I think its just easier for begginers to start of with transfers for the simplicity of it


----------



## CrossYourHeart (May 6, 2009)

The only real cost difference are the screens, 1 per color, and usually cost around $20-$50. But once you do it the first time your done, you keep the screen and when you print more you don't have that cost anymore.

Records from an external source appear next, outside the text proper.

impl FieldsWriter {
    /// Creates the (temporary) file, writes the header and the `x`/`y`
    /// coordinates. `x` has `nx` cell-centre coordinates in metres
    /// (west to east), `y` has `ny` (south to north); `n_records` is the
    /// number of time records the file will hold.
    pub fn create(path: &Path, x: &[f64], y: &[f64], n_records: usize, meta: &FieldMeta) -> Result<Self, OutputError> {
        if x.is_empty() || y.is_empty() {
            return Err(OutputError::invalid(
                path,
                format!("empty grid: {} x and {} y coordinates", x.len(), y.len()),
            ));
        }
        if !netcdf3::is_valid_name(meta.name) || ["x", "y", "time"].contains(&meta.name) {
            return Err(OutputError::invalid(
                path,
                format!("`{}` is not usable as a NetCDF variable name", meta.name),
            ));
        }
        let n_cells = x
            .len()
            .checked_mul(y.len())
            .ok_or_else(|| OutputError::invalid(path, "grid too large"))?;
        let atomic = AtomicFile::create(path)?;
        let file = OpenOptions::new()
            .read(true)
            .write(true)
            .open(atomic.path_tmp())
            .map_err(|e| OutputError::io(atomic.path_tmp(), e))?;
        let mut w = FieldsWriter {
            sink: SharedSink(
                Arc::new(Mutex::new(BufWriter::with_capacity(1 << 20, file))),
                Arc::new(Mutex::new(None)),
            ),
            atomic,
            meta: OwnedMeta {
                name: meta.name.to_string(),
                long_name: meta.long_name.to_string(),
                units: meta.units.to_string(),
                standard_name: meta.standard_name.map(str::to_string),
                title: meta.title.to_string(),
                history: meta.history.to_string(),
                thresholds: meta.thresholds.to_vec(),
                threshold_comment: meta.threshold_comment.to_string(),
            },
            nx: x.len(),
            ny: y.len(),
            n_records,
            written: 0,
            record: Vec::with_capacity(n_cells),
        };
        let ds = w.data_set()?;
        w.with_writer(&ds, |fw| {
            fw.write_var_f64("x", x)?;
            fw.write_var_f64("y", y)
        })?;
        Ok(w)
    }

    /// Path the file will have after [`FieldsWriter::finish`].
    pub fn path(&self) -> &Path {
        self.atomic.target()
    }

    /// Number of records written so far.
    pub fn records_written(&self) -> usize {
        self.written
    }

    /// Builds the NetCDF definition (dimensions, variables, attributes).
    fn data_set(&self) -> Result<DataSet, OutputError> {
        let m = &self.meta;
        let build = || -> Result<DataSet, netcdf3::InvalidDataSet> {
            let mut ds = DataSet::new();
            ds.set_unlimited_dim("time", self.n_records)?;
            ds.add_fixed_dim("y", self.ny)?;
            ds.add_fixed_dim("x", self.nx)?;

            ds.add_var_f64("time", &["time"])?;
            ds.add_var_attr_string("time", "standard_name", "time")?;
            ds.add_var_attr_string("time", "long_name", "simulated time")?;
            ds.add_var_attr_string("time", "units", TIME_UNITS)?;
            ds.add_var_attr_string("time", "calendar", "standard")?;
            ds.add_var_attr_string("time", "axis", "T")?;
            ds.add_var_attr_string(
                "time",
                "comment",
                "model time elapsed since the start of the run; the reference date in units is a placeholder",
            )?;

            ds.add_var_f64("y", &["y"])?;
            ds.add_var_attr_string("y", "standard_name", "projection_y_coordinate")?;
            ds.add_var_attr_string("y", "long_name", "y coordinate of cell centre (northward)")?;
            ds.add_var_attr_string("y", "units", "m")?;
            ds.add_var_attr_string("y", "axis", "Y")?;

            ds.add_var_f64("x", &["x"])?;
            ds.add_var_attr_string("x", "standard_name", "projection_x_coordinate")?;
            ds.add_var_attr_string("x", "long_name", "x coordinate of cell centre (eastward)")?;
            ds.add_var_attr_string("x", "units", "m")?;
            ds.add_var_attr_string("x", "axis", "X")?;

            ds.add_var_f64(&m.name, &["time", "y", "x"])?;
            ds.add_var_attr_string(&m.name, "long_name", &m.long_name)?;
            ds.add_var_attr_string(&m.name, "units", &m.units)?;
            if let Some(sn) = &m.standard_name {
                ds.add_var_attr_string(&m.name, "standard_name", sn)?;
            }
            ds.add_var_attr_f64(&m.name, "_FillValue", vec![FILL_VALUE])?;
            // The envelope: the largest value each cell reached at any step (written by
            // `write_max`, fill until then).
            ds.add_var_f64(MAX_VAR, &["y", "x"])?;
            ds.add_var_attr_string(
                MAX_VAR,
                "long_name",
                format!("largest {} reached at any step", m.long_name),
            )?;
            ds.add_var_attr_string(MAX_VAR, "units", &m.units)?;
            ds.add_var_attr_string(MAX_VAR, "cell_methods", "time: maximum")?;
            ds.add_var_attr_f64(MAX_VAR, "_FillValue", vec![FILL_VALUE])?;
            // Time at or above each threshold (written by `write_hours_above`).
            if !m.thresholds.is_empty() {
                ds.add_fixed_dim("threshold", m.thresholds.len())?;
                ds.add_var_f64("threshold", &["threshold"])?;
                ds.add_var_attr_string("threshold", "long_name", "receptor threshold concentration")?;
                ds.add_var_attr_string("threshold", "units", &m.units)?;
                if !m.threshold_comment.is_empty() {
                    ds.add_var_attr_string("threshold", "comment", &m.threshold_comment)?;
                }
                ds.add_var_f64(ABOVE_VAR, &["threshold", "y", "x"])?;
                ds.add_var_attr_string(
                    ABOVE_VAR,
                    "long_name",
                    format!("time {} was at or above the threshold", m.long_name),
                )?;
                ds.add_var_attr_string(ABOVE_VAR, "units", "h")?;
                ds.add_var_attr_string(
                    ABOVE_VAR,
                    "comment",
                    "each step counts in full when the value at its end is at or above the threshold",
                )?;
                ds.add_var_attr_f64(ABOVE_VAR, "_FillValue", vec![FILL_VALUE])?;
            }

            ds.add_global_attr_string("Conventions", "CF-1.8")?;
            ds.add_global_attr_string("title", &m.title)?;
            ds.add_global_attr_string("history", &m.history)?;
            ds.add_global_attr_string("source", format!("tinct {}", env!("CARGO_PKG_VERSION")))?;
            Ok(ds)
        };
        build().map_err(|e| nc_err(self.atomic.target(), e))
    }

    /// Runs `f` with a fresh `netcdf3::FileWriter` over the shared handle
    /// (after it has rewritten the header), then flushes the buffer.
    fn with_writer(
        &mut self,
        ds: &DataSet,
        f: impl FnOnce(&mut FileWriter) -> Result<(), netcdf3::WriteError>,
    ) -> Result<(), OutputError> {
        let target = self.atomic.target().to_path_buf();
        let tmp = self.atomic.path_tmp().to_path_buf();
        let sink = self.sink.clone();
        let err = |e: netcdf3::WriteError| match sink.take_error() {
            Some(os) => OutputError::io(&tmp, os),
            None => nc_err(&target, e),
        };
        let mut fw = FileWriter::open_seek_write(&tmp.to_string_lossy(), Box::new(self.sink.clone())).map_err(err)?;
        fw.set_def(ds, Version::Offset64Bit, 0).map_err(err)?;
        f(&mut fw).map_err(err)?;
        // Deliberately not `close()`: it would fill every record this
        // short-lived writer did not see.
        drop(fw);
        let tmp: PathBuf = self.atomic.path_tmp().to_path_buf();
        self.sink.with(|w| w.flush()).map_err(|e| OutputError::io(tmp, e))
    }

    /// Checks that `what` has shape (ny, nx).
    fn check_shape(&self, what: &str, shape: &[usize]) -> Result<(), OutputError> {
        if shape == [self.ny, self.nx] {
            return Ok(());
        }
        Err(OutputError::invalid(
            self.atomic.target(),
            format!(
                "{what} has shape {shape:?}, expected (ny, nx) = ({}, {})",
                self.ny, self.nx
            ),
        ))
    }

    /// Appends one record: `values` of shape (ny, nx), (y, x) order with row 0
    /// the southern row (any strides: a view of a padded field is fine);
    /// cells where `wet` is false and NaN values are written as [`FILL_VALUE`].
    pub fn write_record(
        &mut self,
        time_s: f64,
        values: ArrayView2<f64>,
        wet: Option<ArrayView2<bool>>,
    ) -> Result<(), OutputError> {
        if self.written >= self.n_records {
            return Err(OutputError::invalid(
                self.atomic.target(),
                format!("all {} announced records already written", self.n_records),
            ));
        }
        self.check_shape("record", values.shape())?;
        if let Some(w) = &wet {
            self.check_shape("wet mask", w.shape())?;
        }
        let mut record = std::mem::take(&mut self.record);
        record.clear();
        match wet {
            Some(w) => record.extend(
                values
                    .iter()
                    .zip(&w)
                    .map(|(&v, &wet)| if wet && !v.is_nan() { v } else { FILL_VALUE }),
            ),
            None => record.extend(values.iter().map(|&v| if v.is_nan() { FILL_VALUE } else { v })),
        }
        let result = self.put_record(self.written, time_s, &record);
        self.record = record;
        result?;
        self.written += 1;
        Ok(())
    }

    fn put_record(&mut self, index: usize, time_s: f64, record: &[f64]) -> Result<(), OutputError> {
        let ds = self.data_set()?;
        let name = self.meta.name.clone();
        self.with_writer(&ds, |fw| {
            fw.write_record_f64("time", index, &[time_s])?;
            fw.write_record_f64(&name, index, record)
        })
    }

    /// Writes the envelope `c_max(y, x)`: `values` of shape (ny, nx), row 0 south; land and
    /// NaN become [`FILL_VALUE`].
    pub fn write_max(&mut self, values: ArrayView2<f64>, wet: Option<ArrayView2<bool>>) -> Result<(), OutputError> {
        self.check_shape("c_max", values.shape())?;
        if let Some(w) = &wet {
            self.check_shape("wet mask", w.shape())?;
        }
        let data: Vec<f64> = values
            .indexed_iter()
            .map(|(jk, &v)| {
                if wet.as_ref().is_none_or(|w| w[jk]) && !v.is_nan() {
                    v
                } else {
                    FILL_VALUE
                }
            })
            .collect();
        let ds = self.data_set()?;
        self.with_writer(&ds, |fw| fw.write_var_f64(MAX_VAR, &data))
    }

    /// Writes `hours_above(threshold, y, x)` and the `threshold` coordinate: `hours` of shape
    /// (thresholds given at creation, ny, nx), row 0 south; land and NaN become [`FILL_VALUE`].
    pub fn write_hours_above(
        &mut self,
        hours: ArrayView3<f64>,
        wet: Option<ArrayView2<bool>>,
    ) -> Result<(), OutputError> {
        let nt = self.meta.thresholds.len();
        if hours.shape() != [nt, self.ny, self.nx] {
            return Err(OutputError::invalid(
                self.atomic.target(),
                format!(
                    "hours_above has shape {:?}, expected (thresholds, ny, nx) = ({nt}, {}, {})",
                    hours.shape(),
                    self.ny,
                    self.nx
                ),
            ));
        }
        if let Some(w) = &wet {
            self.check_shape("wet mask", w.shape())?;
        }
        if nt == 0 {
            return Ok(());
        }
        let data: Vec<f64> = hours
            .indexed_iter()
            .map(|((_, j, i), &v)| {
                if wet.as_ref().is_none_or(|w| w[[j, i]]) && !v.is_nan() {
                    v
                } else {
                    FILL_VALUE
                }
            })
            .collect();
        let ds = self.data_set()?;
        let th = self.meta.thresholds.clone();
        self.with_writer(&ds, |fw| {
            fw.write_var_f64("threshold", &th)?;
            fw.write_var_f64(ABOVE_VAR, &data)
        })
    }

    /// Pads unwritten records with [`FILL_VALUE`], syncs the file and
    /// atomically renames it to the target path.
    pub fn finish(mut self) -> Result<(), OutputError> {
        if self.written < self.n_records {
            let fill = vec![FILL_VALUE; self.nx * self.ny];
            for index in self.written..self.n_records {
                self.put_record(index, FILL_VALUE, &fill)?;
            }
        }
        let tmp = self.atomic.path_tmp().to_path_buf();
        self.sink
            .with(|w| {
                w.flush()?;
                w.get_ref().sync_all()
            })
            .map_err(|e| OutputError::io(&tmp, e))?;
        let FieldsWriter { atomic, sink, .. } = self;
        drop(sink);
        atomic.commit()
    }
}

It's really just a small first time investment for a much better product. Plus I'm not so sure it's easy to do one of your design with transfer, being all-over like that.


----------



## Acaveney (Sep 7, 2009)

well i thought i had more chance of gettng someone who did heat printing. than someone who does screen printing


----------



## CrossYourHeart (May 6, 2009)

Depends on how low of a quantity. 1-3 shirts then probably not, but 12+ you could probably find some one to do it.


----------



## Acaveney (Sep 7, 2009)

i was probs going to be printing 5/6 designs with 5 of each :/


----------



## Jason-23 (Oct 9, 2009)

You need to look into Direct to Garment printing. They can do one shirt or dozens, with no screens or set charges. Plus they have a very soft hand. DTG printing.


----------



## studog79 (Jul 13, 2006)

CrossYourHeart said:


> The only real cost difference are the screens, 1 per color, and usually cost around $20-$50. But once you do it the first time your done, you keep the screen and when you print more you don't have that cost anymore.
> 
> It's really just a small first time investment for a much better product. Plus I'm not so sure it's easy to do one of your design with transfer, being all-over like that.

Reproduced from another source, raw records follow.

// `npm test` : every suite, then one plain summary line `N passed, N failed`.
// Suites: typecheck (1 check), production build (1 check), vitest (unit, integration against a
// real PostgreSQL and mail sink, browser tests in Debian's chromium).
import { spawnSync } from "node:child_process";
import fs from "node:fs";
import path from "node:path";
import { projectRoot } from "./lib/postgres";

const bin = (name: string) => path.join(projectRoot, "node_modules", ".bin", name);
const chromium = process.env.CHROMIUM_PATH ?? "/usr/bin/chromium";
let passed = 0;
let failed = 0;

function step(name: string, cmd: string, args: string[]): boolean {
  console.log(`\n=== ${name}: ${path.basename(cmd)} ${args.join(" ")}`);
  const t0 = Date.now();
  const res = spawnSync(cmd, args, { cwd: projectRoot, stdio: "inherit" });
  const ok = res.status === 0;
  console.log(`=== ${name}: ${ok ? "passed" : "FAILED"} in ${((Date.now() - t0) / 1000).toFixed(1)} s`);
  return ok;
}

function ensureChromium() {
  if (fs.existsSync(chromium)) return;
  if (process.getuid?.() === 0) {
    console.log("[test] chromium missing; installing Debian's package (never a downloaded browser) ...");
    spawnSync("apt-get", ["update", "-q"], { stdio: "inherit" });
    spawnSync("apt-get", ["install", "-y", "-q", "chromium"], { stdio: "inherit", env: { ...process.env, DEBIAN_FRONTEND: "noninteractive" } });
  } else {
    console.log(`[test] chromium is not at ${chromium}; the browser tests will fail. Install it: sudo apt-get install -y chromium`);
  }
}

const t0 = Date.now();
ensureChromium();

for (const [name, args] of [
  ["typecheck", ["-c", `"${bin("react-router")}" typegen && "${bin("tsc")}"`]],
  ["build", ["-c", `"${bin("react-router")}" build`]],
] as const) {
  if (step(name, "sh", [...args])) passed++;
  else failed++;
}

const report = path.join(projectRoot, ".data", "vitest-report.json");
fs.mkdirSync(path.dirname(report), { recursive: true });
fs.rmSync(report, { force: true });
step("vitest", bin("vitest"), ["run", "--config", "tests/vitest.config.ts", "--reporter=default", "--reporter=json", `--outputFile=${report}`]);
if (fs.existsSync(report)) {
  const r = JSON.parse(fs.readFileSync(report, "utf8")) as { numPassedTests: number; numFailedTests: number; testResults: Array<{ status: string; name: string; message?: string }> };
  passed += r.numPassedTests;
  failed += r.numFailedTests;
  // A file that fails before its tests run (import error, failed setup) counts as one failure.
  for (const f of r.testResults) {
    if (f.status === "failed" && (f as { assertionResults?: unknown[] }).assertionResults?.length === 0) {
      failed++;
      console.log(`[test] ${path.relative(projectRoot, f.name)} failed before its tests ran: ${f.message ?? ""}`);
    }
  }
} else {
  failed++;
  console.log("[test] vitest wrote no report (it crashed or its setup failed)");
}

console.log(`\n[test] total time ${((Date.now() - t0) / 1000).toFixed(1)} s`);
console.log(`${passed} passed, ${failed} failed`);
process.exit(failed > 0 ? 1 : 0);
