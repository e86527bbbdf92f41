// `npm test` : every suite, then one plain summary line `N passed, N failed`.
// Suites: typecheck (1 check), production build (1 check), vitest (unit, integration against a
// real PostgreSQL and mail sink, browser tests in Debian's chromium). The verdict comes from
// scripts/lib/test-summary.ts: any step that exits non-zero, writes no report or runs no test
// makes the run red, and the reasons are repeated just above the last line.
//
// For the runner's own test: `--steps vitest` runs only the named steps (comma-separated), and
// arguments after `--` go to vitest (e.g. one test file).
import { spawn, spawnSync } from "node:child_process";
import fs from "node:fs";
import path from "node:path";
import { clusterLocation, projectRoot, startLocalCluster } from "./lib/postgres";
import { firstErrorLine, summarize, summaryLines, type StepResult, type VitestReport } from "./lib/test-summary";

const bin = (name: string) => path.join(projectRoot, "node_modules", ".bin", name);
const chromium = process.env.CHROMIUM_PATH ?? "/usr/bin/chromium";

const argv = process.argv.slice(2);
const dashdash = argv.indexOf("--");
const vitestExtra = dashdash >= 0 ? argv.slice(dashdash + 1) : [];
const own = dashdash >= 0 ? argv.slice(0, dashdash) : argv;
const stepsArg = own.includes("--steps") ? own[own.indexOf("--steps") + 1] : "typecheck,build,vitest";
const wanted = new Set(stepsArg.split(","));

const results: StepResult[] = [];
const setupProblems: string[] = [];

/** Runs a step with its output passed through live; keeps the output's tail to quote an error from it. */
async function run(name: string, cmd: string, args: string[]) {
  console.log(`\n=== ${name}: ${path.basename(cmd)} ${args.join(" ")}`);
  const t0 = Date.now();
  let tail = "";
  const child = spawn(cmd, args, { cwd: projectRoot, stdio: ["ignore", "pipe", "pipe"] });
  const keep = (chunk: Buffer, to: NodeJS.WriteStream) => {
    to.write(chunk);
    tail = (tail + chunk.toString()).slice(-200_000);
  };
  child.stdout.on("data", (c: Buffer) => keep(c, process.stdout));
  child.stderr.on("data", (c: Buffer) => keep(c, process.stderr));
  const { status, signal } = await new Promise<{ status: number | null; signal: NodeJS.Signals | null }>((resolve) => {
    child.on("error", () => resolve({ status: null, signal: null }));
    child.on("close", (code, sig) => resolve({ status: code, signal: sig }));
  });
  const ok = status === 0 && !signal;
  console.log(`=== ${name}: ${ok ? "passed" : "FAILED"} in ${((Date.now() - t0) / 1000).toFixed(1)} s`);
  return { status, signal, firstError: ok ? undefined : firstErrorLine(tail) };
}

function ensureChromium() {
  if (fs.existsSync(chromium)) return;
  if (process.getuid?.() === 0) {
    console.log("[test] chromium missing; installing Debian's package (never a downloaded browser) ...");
    spawnSync("apt-get", ["update", "-q"], { stdio: "inherit" });
    spawnSync("apt-get", ["install", "-y", "-q", "chromium"], { stdio: "inherit", env: { ...process.env, DEBIAN_FRONTEND: "noninteractive" } });
  } else {
    console.log(`[test] chromium is not at ${chromium}; the browser tests will fail. Install it: sudo apt-get install -y chromium`);
  }
}

// The export tests open our workbooks in a real spreadsheet program: LibreOffice Calc without
// its GUI (Debian's libreoffice-calc-nogui, about 280 MB installed), converted headless to CSV.
const soffice = process.env.SOFFICE_PATH ?? "/usr/bin/soffice";
function ensureLibreOffice() {
  if (fs.existsSync(soffice)) return;
  if (process.getuid?.() === 0) {
    console.log("[test] LibreOffice missing; installing Debian's libreoffice-calc-nogui for the spreadsheet checks ...");
    spawnSync("apt-get", ["update", "-q"], { stdio: "inherit" });
    spawnSync("apt-get", ["install", "-y", "-q", "libreoffice-calc-nogui"], { stdio: "inherit", env: { ...process.env, DEBIAN_FRONTEND: "noninteractive" } });
  } else {
    console.log(`[test] LibreOffice is not at ${soffice}; the spreadsheet checks will fail. Install it: sudo apt-get install -y libreoffice-calc-nogui`);
  }
}

const t0 = Date.now();
if (wanted.has("vitest")) {
  ensureChromium();
  ensureLibreOffice();
  // Start the cluster before vitest loads its config, so the test URL names the port it really
  // uses (a clash with another clone can move it).
  if (!process.env.DATABASE_URL && !process.env.TEST_DATABASE_URL) {
    try {
      const port = await startLocalCluster();
      console.log(`[test] PostgreSQL for the tests: 127.0.0.1:${port}, data in ${clusterLocation.dataDir}`);
    } catch (error) {
      setupProblems.push(`PostgreSQL could not be started: ${(error as Error).message.split("\n")[0]}`);
      console.log(`[test] PostgreSQL could not be started:\n${(error as Error).message}`);
    }
  }
}

if (wanted.has("typecheck")) {
  results.push({ kind: "command", name: "typecheck", ...await run("typecheck", "sh", ["-c", `"${bin("react-router")}" typegen && "${bin("tsc")}"`]) });
}
if (wanted.has("build")) {
  results.push({ kind: "command", name: "build", ...await run("build", "sh", ["-c", `"${bin("react-router")}" build`]) });
}
if (wanted.has("vitest")) {
  const report = path.join(projectRoot, ".data", `vitest-report-${process.pid}.json`);
  fs.mkdirSync(path.dirname(report), { recursive: true });
  fs.rmSync(report, { force: true });
  const res = await run("vitest", bin("vitest"), ["run", "--config", "tests/vitest.config.ts", "--reporter=default", "--reporter=json", `--outputFile=${report}`, ...vitestExtra]);
  let parsed: VitestReport | null = null;
  if (fs.existsSync(report)) {
    try {
      parsed = JSON.parse(fs.readFileSync(report, "utf8")) as VitestReport;
    } catch {
      parsed = null;
    }
    fs.rmSync(report, { force: true });
  }
  results.push({ kind: "vitest", name: "vitest", ...res, report: parsed });
}

const summary = summarize(results, (f) => path.relative(projectRoot, f));
summary.reasons.unshift(...setupProblems);
summary.failed += setupProblems.length;
console.log(`\n[test] total time ${((Date.now() - t0) / 1000).toFixed(1)} s`);
for (const line of summaryLines(summary)) console.log(line);
process.exit(summary.failed > 0 || summary.reasons.length > 0 ? 1 : 0);
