// `npm run db:seed` : adds the invented demo scenario (idempotent). Refuses in production and on
// a database that holds people who are not demo people (db/seeds/guard.ts).
import { openAppDatabase } from "./lib/database";

const db = await openAppDatabase();
const { seedRefusal } = await import("../db/seeds/guard");
const refusal = await seedRefusal(db.sequelize);
if (refusal) {
  console.error(`[db] the demo data was refused: ${refusal}`);
  await db.close();
  process.exit(1);
}
await db.migrate(false);
const { seedDemo } = await import("../db/seeds/demo");
const signIns = await seedDemo();
console.log(`[db] demo data ready (${signIns.length} demo sign-ins)`);
await db.close();
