// `npm run mail` : runs the local mail sink on its own (npm start runs it too).
import path from "node:path";
import { startMailSink } from "./lib/mail-sink";
import { projectRoot } from "./lib/postgres";

const smtpPort = Number(process.env.MAIL_SINK_SMTP_PORT ?? 2525);
const httpPort = Number(process.env.MAIL_SINK_HTTP_PORT ?? 2526);
await startMailSink({ smtpPort, httpPort, file: path.join(projectRoot, ".data", "mail", "messages.jsonl") });
console.log(`[mail] local mail sink: SMTP on 127.0.0.1:${smtpPort}, messages at http://127.0.0.1:${httpPort}/messages`);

If we kept the screens we would have a warehouse as big as a Wal Mart. Sometimes we go through 50 screens in a day. Plus when a roller frame costs $70 per screen with no mesh I couldn't afford to charge someone $15-$20 for a screen charge and stay in business. I will keep a screen for 2 weeks if someone mentions they will have a reorder else we will reclaim the screens. No for are larger orders like over 20k we will add a hardener to the emulsion and just remesh the screen when the run is over.


----------



## CrossYourHeart (May 6, 2009)

Yeah I know, and that makes sense for a big shop like yours. I was just talking about an individule printer or very small shop, which is what he would need.


----------



## HUNTY (Sep 3, 2009)

I know most companies only keep screens for so long but would it be posible for the customer to buy the screen then they have to store it and then bring it in when needed? I dont know how much they cost or the size so if this is a stupid question please say so.


----------



## studog79 (Jul 13, 2006)

HUNTY said:


> I know most companies only keep screens for so long but would it be posible for the customer to buy the screen then they have to store it and then bring it in when needed? I dont know how much they cost or the size so if this is a stupid question please say so.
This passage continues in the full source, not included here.